Jakarta – Selasa, 31 Maret 2026, Direktorat Reserse Kriminal Umum Polda Metro Jaya resmi melimpahkan penanganan kasus penyiraman air keras terhadap Andri Yunus ke Pusat Polisi Militer Tentara Nasional Indonesia. Kombes Pol Iman Imanuddin Direktur Reserse Kriminal Umum Polda Metro Jaya menyampaikan bahwa keputusan tersebut diambil setelah pihaknya menyelesaikan tahap penyelidikan awal dan menemukan sejumlah fakta penting.
Kasus ini bermula dari peristiwa penyiraman air keras yang dialami Andrie Yunus aktivis KontraS, yang menimbulkan luka serius dan mengundang perhatian publik. Insiden tersebut kemudian dilaporkan ke pihak kepolisian dan ditindaklanjuti oleh penyidik Polda Metro Jaya melalui serangkaian penyelidikan.
Di saat yang sama Puspom TNI juga melakukan penyelidikan dan menangkap empat oknum TNI dari Badan Intelijen Strategis (BAIS) TNI. Keempat oknum TNI yang diduga melakukan penyiraman air keras terhadap Andrie Yunus itu juga sudah ditahan untuk penyelidikan lebih lanjut.
“Perkenankan kami menyampaikan perkembangan hasil penyelidikan yang kami lakukan terkait dengan satu peristiwa hukum yang menimpa saudara Andri Yunus.
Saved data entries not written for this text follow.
/**
 * What is uncertain about the plan: kept with the scenario for the forecast and assurance panel below
 * the form. The prior is in the unit the design's effect is shown in.
 */
function UncertaintySection({ fields, design }: { fields: FieldMetadata<{ rateSpread?: unknown; effectPrior?: { mean?: unknown; sd?: unknown; source?: string; inJustification?: unknown } } | undefined>; design: string }) {
  const u = fields.getFieldset();
  const p = u.effectPrior.getFieldset();
  const unit = effectUnitOfDesign(design as Design);
  const hr = unit.name === "hazardRatio";
  const inJustification = snapshotField(p.inJustification);
  return (
    <Section title="Uncertainty" id="sec-uncertainty">
      <p className="text-sm text-ink-soft">Optional. Used by “How likely the plan is” below the form: the recruitment forecast and the assurance.</p>
      <div className="grid grid-cols-1 gap-4 sm:grid-cols-3">
        <Text meta={u.rateSpread} label={UNCERTAINTY_LABELS.rateSpread} hint={`Coefficient of variation, like 60%. Empty: ${Math.round(100 / Math.sqrt(DEFAULT_RATE_SHAPE))}%, the published spread`} />
        <Text meta={p.mean} label={`${UNCERTAINTY_LABELS.priorMean} (${hr ? "hazard ratio" : unit.symbol})`} hint={hr ? "Your best guess of the true hazard ratio" : `Your best guess of the true ${unit.noun}`} />
        <Text meta={p.sd} label={`${UNCERTAINTY_LABELS.priorSd}, ${hr ? "of the log hazard ratio" : `in ${unit.symbol}`}`} hint="How far the true effect may plausibly be from it" />
        <Text meta={p.source} label={UNCERTAINTY_LABELS.priorSource} wide />
        <div className="field justify-end">
          <label className="flex items-center gap-2">
            <input {...getInputProps(inJustification as FieldMetadata<boolean>, { type: "checkbox" })} key={inJustification.key} />
            Quote the assurance in the justification
          </label>
          <span className="hint">The sample-size justification below quotes it once the scenario is saved.</span>
        </div>
      </div>
    </Section>
  );
}

const HYPOTHESIS_OPTIONS = [
  ["superiority", "Superiority"],
  ["non-inferiority", "Non-inferiority (against a margin)"],
  ["equivalence", "Equivalence (within a margin)"],
] as const;
const MULTIPLICITY_OPTIONS = [
  ["dunnett", "Dunnett (many-to-one)"],
  ["bonferroni", "Bonferroni"],
  ["none", "None"],
] as const;

// eslint-disable-next-line @typescript-eslint/no-explicit-any
type AnyField = FieldMetadata<any>;
type AnalysisFields = Record<"hypothesis" | "margin" | "marginRationale" | "baselineCorrelation" | "followUps" | "repeatedCorrelation" | "correlationSource" | "arms" | "multiplicity" | "controlAllocation", AnyField>;

/**
 * The claim and the planned analysis: the hypothesis with its margin and how it was chosen; for two
 * means, the baseline adjustment, repeated measures and several arms against one control.
 */
function PlannedAnalysis({ d, design }: { d: AnalysisFields; design: Design }) {
  if (!offersMargin(design)) return null;
  const hypothesis = (d.hypothesis.value as string | undefined) ?? "superiority";
  const margined = hypothesis === "non-inferiority" || hypothesis === "equivalence";
  const marginHint =
    design === "time-to-event"
      ? "A hazard ratio above 1 no longer acceptable, e.g. 1.3"
      : design === "two-proportions"
        ? "A risk difference, e.g. 0.10; the target p2 is the expected proportion"
        : "In the effect's units (outcome units with a mean difference, SD units with d); the target is then the expected true difference, 0 or negative allowed";
  return (
    <div className="mt-4 grid grid-cols-1 gap-4 border-t border-line pt-4 sm:grid-cols-2" data-testid="planned-analysis">
      <Choice meta={d.hypothesis} label="Hypothesis" options={HYPOTHESIS_OPTIONS} />
      {margined ? (
        <>
          <Text meta={d.margin} label="Margin" hint={marginHint} />
          <Text meta={d.marginRationale} label="How the margin was chosen" wide />
        </>
      ) : null}
      {design === "two-means" ? (
        <>
          <Text meta={d.baselineCorrelation} label="Baseline correlation" hint="Empty for no baseline adjustment; ANCOVA on the baseline, e.g. 0.5" />
          <Text meta={d.followUps} label="Follow-up measurements" hint="Empty for one, or counted from the visits after month 0 when a correlation is given" />
          <Text meta={d.repeatedCorrelation} label="Correlation between follow-ups" hint="Compound symmetry, e.g. 0.6" />
          <Text meta={d.correlationSource} label="Where the correlations come from" wide />
          <Text meta={d.arms} label="Treatment arms" hint="Each compared with one control; empty for a two-arm trial" />
          {/* A two-arm trial (Treatment arms empty) has one comparison: no multiplicity, no control allocation beyond the allocation ratio. */}
          {Number(d.arms.value) >= 2 ? (
            <>
              <Choice meta={d.multiplicity} label="Multiplicity adjustment" options={MULTIPLICITY_OPTIONS} />
              <Text meta={d.controlAllocation} label="Control allocation" hint="Control participants per treatment participant; √k is a common choice" />
            </>
          ) : null}
        </>
      ) : null}
    </div>
  );
}

function Section({ title, children, id }: { title: string; children: ReactNode; id: string }) {
  return (
    // min-w-0: a fieldset otherwise grows to its content's width and spills out of the form's column.
    <fieldset className="card flex min-w-0 flex-col gap-4" aria-labelledby={id}>
      <legend className="sr-only">{title}</legend>
      <h2 id={id}>{title}</h2>
      {children}
    </fieldset>
  );
}

/** Inputs in a stable shape for comparing what is on the form with what is saved (the derived accrual and a pilot are not typed). */
function canonical(i: ScenarioInputs): string {
  const sort = (v: unknown): unknown =>
    Array.isArray(v) ? v.map(sort) : v && typeof v === "object" ? Object.fromEntries(Object.entries(v).filter(([, x]) => x !== undefined).sort(([a], [b]) => a.localeCompare(b)).map(([k, x]) => [k, sort(x)])) : v;
  const { pilot: _pilot, ...rest } = i;
  const { accrualMonths: _a, effectInput: _e, ...design } = i.design;
  return JSON.stringify(sort({ ...rest, design }));
}

/** The label of a form field as the page shows it (conform's ids are `${formId}-${name}`). */
function labelOnPage(formId: string, name: string): string {
  const el = typeof document === "undefined" ? null : (document.getElementById(`${formId}-${name}`) as HTMLInputElement | null);
  return el?.labels?.[0]?.textContent?.trim() || name.split(".").pop() || name;
}

const fmtNumber = (x: number, digits = 3) => Number(x.toFixed(digits)).toLocaleString("en-US", { maximumFractionDigits: digits });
Setelah menerima laporan, kami melakukan penyelidikan dan menemukan fakta-fakta. Saat ini permasalahan tersebut telah kami limpahkan ke Puspom TNI,” ujar Iman dalam rapat dengar pendapat umum (RDPU) dengan Komisi III DPR RI di Kompleks Parlemen Senayan Jakarta, Selasa (31/3/2026).